Harry Maginity, INDOT spokesman, said new sewer lines at the intersection will be placed soon. After that, the area will be rebuilt with added turn lanes on both eastbound and westbound U.S. 40. A new traffic signal will be installed as well; the project is scheduled to be completed by Oct. 31.

Extensive work will be done again this year on Interstate 70 in Hancock County. I-70 will see construction both east and west of the Greenfield exit at Ind. 9 this year, though the projects may not happen simultaneously.

The first will begin in early April on I-70 east of Ind. 9. Nearly $1.3 million of Major Moves funds will pay for the project to repair and resurface just over four miles of the interstate, starting about a mile east of Greenfield and heading east.

Work will be done mostly on weekends and will start with patching both eastbound and westbound lanes; milling and repaving all four lanes of the asphalt surface will follow. Motorists can expect some lane closures on weekends. Work should be completed by mid-July.

More than 37,000 vehicles travel this portion of I-70 daily, according to Maginity, and the work east of Greenfield could be done before the work west of the city begins.

“In a perfect world, it would be nice to get that job to be significantly done before (construction begins west of Greenfield),” Maginity said.

Starting about a mile east of Greenfield and heading eight miles to the west, I-70 will be completely reconstructed.

The project will pick up where the roadwork from Post Road to Mt. Comfort Road ended. That multi-year project – which added a driving lane in both directions – is nearly completed, with just a few minor landscaping details to add.

Maginity said the highway in both directions will be milled and resurfaced from about a half mile east of Mt. Comfort Road to a mile east of Ind. 9. Some areas, he added, will be rebuilt with full-depth concrete patches.

“It will not be a complete rebuild, but it will be significantly patched with big, big sections taken out and repaired,” Maginity said.

The bridges at Sugar Creek on I-70 will also be rehabilitated and widened.

Timeline details for that project have yet to be ironed out. A meeting is expected to be held this month to determine groundbreaking, completion dates and how lane closures will be handled.

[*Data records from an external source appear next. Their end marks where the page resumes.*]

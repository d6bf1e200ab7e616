import type { MeasuredLine } from '../geometry/measured-line'
import type { Millimetres, MM } from '../units'
import type { LineEnd } from './definition'
import { plungeHead, plungeHeadMarks, plungeNumeral } from './definitions/folds'
import type { Ink, Mark } from './display-list'
import type { PlungeHead } from './line-drawing'
import { numeralBeside } from './numeral'
import { polyline } from './paths'
import { alongDirection, placeMarks } from './place-marks'

/** An arrowhead in its place on the trace. */
export interface PlacedHead extends PlungeHead {
  tip: MM
  /** Unit vector toward the tip, along the chord of the trace beneath the head. */
  direction: MM
  /** Share of its full size; below 1 on a trace too short for it. */
  scale: number
  /** Length at its end of the line that the stroke leaves out. */
  covers: Millimetres
  /** Length at its end of the line that decorations keep off. */
  room: Millimetres
}

/** A head that points into the line stands this far from its end, so that it has a shaft. */
const SHAFT: Millimetres = 2.5
/** From the head to the nearest decoration. */
const CLEAR: Millimetres = 1
const LEAST_SCALE = 0.5

/** Arrowheads on a trace: one that points out has its tip at the line's end, one that points in stands a shaft's length
 *  within it. They shrink where the line is too short for them. */
export function placeHeads(line: MeasuredLine, heads: readonly PlungeHead[]): PlacedHead[] {
  return heads.map((head) => {
    const shaft = head.points === 'in' ? SHAFT : 0
    const available = line.length * (heads.length === 1 ? 0.75 : 0.42)
    const scale = Math.max(LEAST_SCALE, Math.min(1, available / (shaft + plungeHead.length)))
    const [near, far] = [shaft * scale, (shaft + plungeHead.length) * scale]
    const [base, tip] = head.points === 'in' ? [near, far] : [far, near]
    const at = (fromEnd: Millimetres): Millimetres =>
      head.end === 'start' ? Math.min(fromEnd, line.length) : Math.max(0, line.length - fromEnd)
    const [dx, dy] = line.directionAt((at(base) + at(tip)) / 2, Math.abs(at(tip) - at(base)))
    return {
      ...head,
      tip: line.pointAt(at(tip)),
      direction: at(tip) < at(base) ? [-dx, -dy] : [dx, dy],
      scale,
      covers:
        head.points === 'in' ? 0 : Math.min(line.length, (plungeHead.length - plungeHead.notch) * scale),
      room: Math.min(line.length, far + CLEAR),
    }
  })
}

/** The heads and their figures: whole degrees, upright, beside the head and clear of the trace and of one another. */
export function plungeMarks(
  line: MeasuredLine,
  heads: readonly PlacedHead[],
  { ink, width }: { ink: Ink; width: Millimetres },
): Mark[] {
  const drawn = heads.flatMap(headMarks)
  const figures: Mark[] = []
  for (const head of heads) {
    if (head.degrees === null) continue
    const trace: Mark = { mark: 'stroke', path: polyline(traceNear(line, head.end)), width, ink }
    const near = [...drawn, ...figures, trace]
    figures.push(figureBeside(head, String(Math.round(head.degrees)), { ink, near }))
  }
  return [...drawn, ...figures]
}

/** The stretch of the trace that a figure at its end could meet. */
function traceNear(line: MeasuredLine, end: LineEnd): MM[] {
  const reach = Math.min(line.length, FURTHEST_FIGURE + plungeHead.length + SHAFT)
  return end === 'end' ? line.slice(line.length - reach, line.length) : line.slice(0, reach)
}

const headMarks = ({ tip, direction, scale }: PlacedHead): Mark[] =>
  placeMarks(plungeHeadMarks, ([x, y]) => alongDirection(direction, tip)([x * scale, y * scale]))

/** A figure on the eastern side of its arrowhead, or below one that points east or west; on the other side where the trace
 *  itself bends into that place. */
function figureBeside(
  { tip: [x, y], direction: [dx, dy], scale }: PlacedHead,
  text: string,
  { ink, near }: { ink: Ink; near: readonly Mark[] },
): Mark {
  const behind = FIGURE_BEHIND_TIP * scale
  const from: MM = [x - dx * behind, y - dy * behind]
  const beside = (away: MM) =>
    numeralBeside(text, { from, away, ink: near, furthest: FURTHEST_FIGURE }, { ...plungeNumeral, ink })
  const rightIsEast = Math.abs(dy) < 1e-6 ? dx > 0 : dy > 0
  const east = beside(rightIsEast ? [dy, -dx] : [-dy, dx])
  const west = beside(rightIsEast ? [-dy, dx] : [dy, -dx])
  const further = Math.hypot(east.at[0] - from[0], east.at[1] - from[1])
  const nearer = Math.hypot(west.at[0] - from[0], west.at[1] - from[1])
  return further - nearer > WORTH_THE_OTHER_SIDE ? west : east
}

/** From the tip back to where the figure stands beside the arrowhead. */
const FIGURE_BEHIND_TIP: Millimetres = plungeHead.length * 0.6
const FURTHEST_FIGURE: Millimetres = 9
/** Not a multiple of the search's step, so that rounding never decides between the sides. */
const WORTH_THE_OTHER_SIDE: Millimetres = 0.52
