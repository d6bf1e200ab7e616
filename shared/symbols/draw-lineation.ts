import type { LineationProperties } from '../items/points'
import { toRadians, type Degrees, type MM } from '../units'
import type { LineationCase, LineationSymbol } from './definition'
import { arrowEnds, lineations, plungeNumeral } from './definitions/lineations'
import type { DisplayList, Mark } from './display-list'
import { dipFigure, planeMarks } from './draw-attitude'
import { numeralBeside } from './numeral'
import { turnTo } from './paths'
import { placeMarks } from './place-marks'

/** What a lineation's drawing depends on. */
export type DrawnLineation = Pick<LineationProperties, 'type' | 'trend' | 'plunge' | 'plane'>

const FURTHEST_FIGURE = 6

/** Where the dip's figure may stand when an arrow takes its place: still on the down-dip side of the strike line. */
const DIP_FIGURE_TURNS: readonly Degrees[] = [0, 15, -15, 30, -30, 45, -45, 60, -60]

/** The symbol of a kind of line. */
export function lineationSymbolOf(type: LineationProperties['type']): LineationSymbol {
  const symbol = lineations.find((candidate) => candidate.type === type)
  if (!symbol) throw new RangeError(`There is no symbol for ${type}.`)
  return symbol
}

/** Which of its drawings a line gets, judged by the whole degrees that are printed. */
export function lineationCaseOf({ trend, plunge }: Pick<DrawnLineation, 'trend' | 'plunge'>): LineationCase {
  const shown = Math.round(plunge)
  if (trend === null || shown === 90) return 'vertical'
  return shown === 0 ? 'horizontal' : 'plunging'
}

/** Draws a lineation at its place, with the plane it lies on: both symbols share the place, and their figures keep clear of
 *  both and of one another. Drawn angle = trend − convergence, clockwise from the drawing's up.
 *  @param convergence of the grid at the place, degrees, clockwise positive */
export function drawLineation(line: DrawnLineation, at: MM, convergence: Degrees): DisplayList {
  const { plane } = line
  const arrow = lineMarks(line, at, convergence)
  if (!plane) return [...arrow, ...plungeFigure(line, { at, convergence, ink: arrow })]
  const ink = [...planeMarks(plane, at, convergence), ...arrow]
  const withPlunge = [...ink, ...plungeFigure(line, { at, convergence, ink })]
  return [...withPlunge, ...dipFigure(plane, { at, convergence, ink: withPlunge, turns: DIP_FIGURE_TURNS })]
}

/** The two ends of a lineation's arrow about its place, millimetres: what one aims at on a map beside the place itself.
 *  Undefined for a vertical line, which has none. */
export function arrowOf(line: DrawnLineation, convergence: Degrees): readonly [MM, MM] | undefined {
  const lineationCase = lineationCaseOf(line)
  if (lineationCase === 'vertical') return undefined
  const [from, to] = arrowEnds[lineationCase]
  const turn = turnTo(drawnTrend(line, convergence), [0, 0])
  return [turn(from), turn(to)]
}

const drawnTrend = (line: DrawnLineation, convergence: Degrees): Degrees =>
  lineationCaseOf(line) === 'vertical' ? 0 : (line.trend ?? 0) - convergence

const lineMarks = (line: DrawnLineation, at: MM, convergence: Degrees): Mark[] =>
  placeMarks(
    lineationSymbolOf(line.type).cases[lineationCaseOf(line)],
    turnTo(drawnTrend(line, convergence), at),
  )

/** The plunge's figure, beyond the arrow's head; none for horizontal and vertical lines, whose symbols say it. */
function plungeFigure(
  line: DrawnLineation,
  { at, convergence, ink }: { at: MM; convergence: Degrees; ink: readonly Mark[] },
): Mark[] {
  if (lineationCaseOf(line) !== 'plunging') return []
  const trend = drawnTrend(line, convergence)
  const away: MM = [Math.sin(toRadians(trend)), Math.cos(toRadians(trend))]
  const place = { from: turnTo(trend, at)(arrowEnds.plunging[1]), away, ink, furthest: FURTHEST_FIGURE }
  return [numeralBeside(String(Math.round(line.plunge)), place, { ...plungeNumeral, ink: 'black' })]
}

The I-70 construction will be done in conjunction with a project at the eastbound rest area in Hancock County. An additional 80 parking spaces will be added for trucks, along with pedestrian bridges.

Meanwhile, utility companies have been relocating their lines in preparation for another INDOT project at a busy stretch U.S. 52 at the Hancock County/Marion County border.

U.S. 52 at CR 700W in Hancock County will be widened with new turn lanes and a new traffic signal. In Marion County, new turn lanes will also be added at U.S. 52 at Bade and Davis roads. Work should begin around June 1 and be completed in the fall.

The project will include road closures on CR 700W in Hancock County, but the dates for closures haven’t yet been announced.

While state projects alone in Hancock County will affect motorists, the city of Greenfield is also planning a project that will impact drivers on State Street near Hancock Regional Hospital.

A turn lane will be added on Boyd Avenue at State Street this year. The new turn lane will allow the traffic signal for north-south traffic to be green longer, which should reduce backups on the busy thoroughfare.

Karla Vincent, city engineer, said construction there will likely begin in September or October.